Ein Weg zum geistigen Erwachen

Schafgarbe

Name: Schafgarbe, Lat. Achillea millefolium

Wirkung: Die Wirkung der Schafgarbe ist blutstillend, krampflösend, entzündungshemmend, fiebersenkend und Schlaffördernd. Schafgarbe kann sowohl bei äußerlichen, als auch innerlichen Verletzungen wirken.

Anwendung: Schafgarbe wird traditionell als Wundheilmittel angewendet, beispielsweise bei Blutergüssen oder Blutungen. Besonders in der Frauenheilkunde hat sich die Anwendung mit Schafgarbe bewährt. Bei der Räucherung mit Schafgarbe sollen negative Energie umgewandelt werden, das Räuchern mit der Pflanze soll helfen, neuen Mut zu bekommen, entschlossener zu sein und das psychische Bewusstsein zu öffnen. Vielfach wird eine Räucherung mit Schafgarbe dazu eingesetzt, um vorhandene Hellsichtigkeit zu erleichtern.

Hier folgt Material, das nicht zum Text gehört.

def _code(v, name: str, who: str) -> int:
    """A returned packet code as a plain int (an int subclass, an IntEnum say, by its value:
    none of its own methods is called), in its range."""
    if isinstance(v, bool) or not isinstance(v, int):
        raise _Bad("wrong type", f"{who} field {name!r} must be a whole number (a packet code), "
                                 f"got {_show(v, typed=True)}")
    v = int.__int__(v)
    lo, hi = CODE_RANGE[name]
    if not lo <= v <= hi:
        raise _Bad("out of range", f"{who} field {name!r} is {_show(v)}, outside the code range {lo}..{hi}")
    return v


def _exact(x, name: str, who: str):
    """A returned length as an exact Fraction (int, Fraction, Decimal or float; a subclass of
    int or float by its value), at most :data:`LENGTH_DIGITS` digits above and below the line."""
    if isinstance(x, bool):
        raise _Bad("wrong type", f"{who} field {name!r} must be a length in metres, got {x!r}")
    if isinstance(x, int):
        v = F(int.__int__(x))
    elif isinstance(x, float):
        x = float.__float__(x)
        if x != x or x in (float("inf"), float("-inf")):
            raise _Bad("out of range", f"{who} field {name!r} is {x!r}")
        v = F(str(x))
    elif isinstance(x, Decimal):
        if Decimal.is_nan(x) or Decimal.is_infinite(x):
            raise _Bad("out of range", f"{who} field {name!r} is {_show(x)}")
        if abs(Decimal.as_tuple(x).exponent) > LENGTH_DIGITS:
            raise _Bad("out of range", f"{who} field {name!r} is {_show(x)}: more than "
                                       f"{LENGTH_DIGITS:,} digits")
        v = F(x)
    elif isinstance(x, Fraction):
        v = F(x)
    else:
        raise _Bad("wrong type", f"{who} field {name!r} must be a length in metres (a number), "
                                 f"got {_show(x, typed=True)}")
    if max(v.numerator.bit_length(), v.denominator.bit_length()) > LENGTH_DIGITS * 3.33:
        raise _Bad("out of range", f"{who} field {name!r} is a length of more than {LENGTH_DIGITS:,} "
                                   "digits (numerator or denominator)")
    return v


class _Bad(Exception):
    def __init__(self, kind: str, message: str):
        super().__init__(message)
        self.kind, self.message = kind, message


def _fields(out, cls, who: str) -> dict:
    """The returned fields by plain str name. A dict (or a subclass) is read with dict's own
    methods, its keys by their str value, so that nothing of the returned object's own code
    runs here (its repr only in a message, guarded)."""
    if isinstance(out, cls):
        return attrs.asdict(out, recurse=False)
    if isinstance(out, dict):
        allowed = set(attrs.fields_dict(cls))
        d, unknown = {}, []
        for k, v in dict.items(out):
            if isinstance(k, str):
                k = str.__str__(k)
                if k in allowed:
                    d[k] = v
                    continue
            unknown.append(k)
        if unknown:
            first = min(unknown, key=lambda k: (not isinstance(k, str), k if isinstance(k, str) else ""))
            if isinstance(first, str):
                return_msg = f"{who} returned an unknown field {_show(first)}" + suggest(first, allowed)
            else:
                return_msg = (f"{who} returned a key that is not a field name: "
                              f"{_show(first, typed=True)}")
            raise _Bad("unknown field", return_msg)
        return d
    raise _Bad("wrong type", f"{who} must return a {cls.__name__} or a dict, got "
                             f"{_show(out, typed=True)}")


def validate_report(out, who: str = "the onboard implementation") -> Report:
    d = _fields(out, Report, who)
    codes = {}
    for name in REPORT_CODES:
        if d.get(name) is None:
            raise _Bad("missing field", f"{who} returned no {name!r}")
        codes[name] = _code(d[name], name, who)
    lengths = {}
    for name in REPORT_LENGTHS:
        v = d.get(name)
        lengths[name] = None if v is None else _exact(v, name, who)
    return Report(**codes, **lengths)


def validate_placement(out, who: str = "the trackside implementation") -> Placement | None:
    if out is None:
        return None
    d = _fields(out, Placement, who)
    vals = {}
    for name in PLACEMENT_LENGTHS:
        if d.get(name) is None:
            raise _Bad("missing field", f"{who} returned no {name!r}")
        vals[name] = _exact(d[name], name, who)
    return Placement(**vals)


def call_checked(loaded: Loaded, arg, validate, timeout: float | None = DEFAULT_CALL_TIMEOUT,
                 output: Output | None = None):
    """Call an implementation and validate what it returns: (value, None) or (None, Finding).
    Both run inside a :class:`_Guard` (the time limit counts the validation too: a returned
    value's own methods are the user's code). Any exception is a finding, but a
    ``KeyboardInterrupt`` that follows a real SIGINT, which stops the run."""
    who = f"{loaded.spec}"
    stage = ["call"]
    guard = _Guard(timeout, output if output is not None else Output())
    try:
        with guard:
            out = loaded.fn(arg)
            stage[0] = "validate"
            value = validate(out, who)
    except _TimeUp:
        return None, Finding("time-out", f"{who} did not return within {timeout:g} s")
    except _Bad as bad:
        return None, Finding(bad.kind, bad.message)
    except KeyboardInterrupt as exc:
        if guard.sigint:
            raise
        return None, Finding("exception", f"{who} raised {_raised(exc)}", _where(exc, loaded.fn))
    except BaseException as exc:  # noqa: BLE001 - the implementation's failure is a finding
        if stage[0] == "call":
            return None, Finding("exception", f"{who} raised {_raised(exc)}", _where(exc, loaded.fn))
        return None, Finding("wrong type", f"{who} returned a value that cannot be read: reading it "
                             f"raised {_raised(exc)}", _where(exc, loaded.fn))
    if guard.sigint:           # a Ctrl-C the implementation swallowed still stops the run
        raise KeyboardInterrupt
    return value, None


def packet_of(report: Report, world: World) -> Packet:
    return Packet(report.q_scale, report.d_lrbg, report.q_dlrbg, report.q_dirlrbg,
                  report.q_dirtrain, report.l_doubtover, report.l_doubtunder, world.length,
                  world.locacc)


def direction_of_code(code: int) -> Direction:
    return {0: Direction.REVERSE, 1: Direction.NOMINAL, 2: Direction.UNKNOWN}[code]


def _on_top(scope) -> Fraction:
    """The detection error the onboard adds to the odometry bound (DESIGN 4.1: on top of it
    unless [world] detection_in_odometry = true)."""
    return Fraction(0) if scope.detection_in_odometry else scope.detection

Herkunft/ ( Mythologie): Ursprünglich wurde Schafgarbe bei Mutterschafen eingesetzt, welche zu wenig oder gar keine Milch hatten, daher stammt auch die Bezeichnung Schafgarbe. Einer Sage nach entstand Schafgarbe während des trojanischen Kriegs, hierbei sollen Rostspäne vom Speer des Achilles auf das Schlachtfeld gefallen sein, das Kraut das daraus wuchs wurde von Achilles dazu eingesetzt, um die Wunden von König Telephons zu heilen. Bei den Kelten war Schafgarbe als Mittel angesehen, die Kunst des Wahrsagens hilfreich zu unterstützen. Vielerorts wurde Schafgarbe eingesetzt, um böse Geister zu vertreiben, oder kleinen Kindern Alpträume zu nehmen.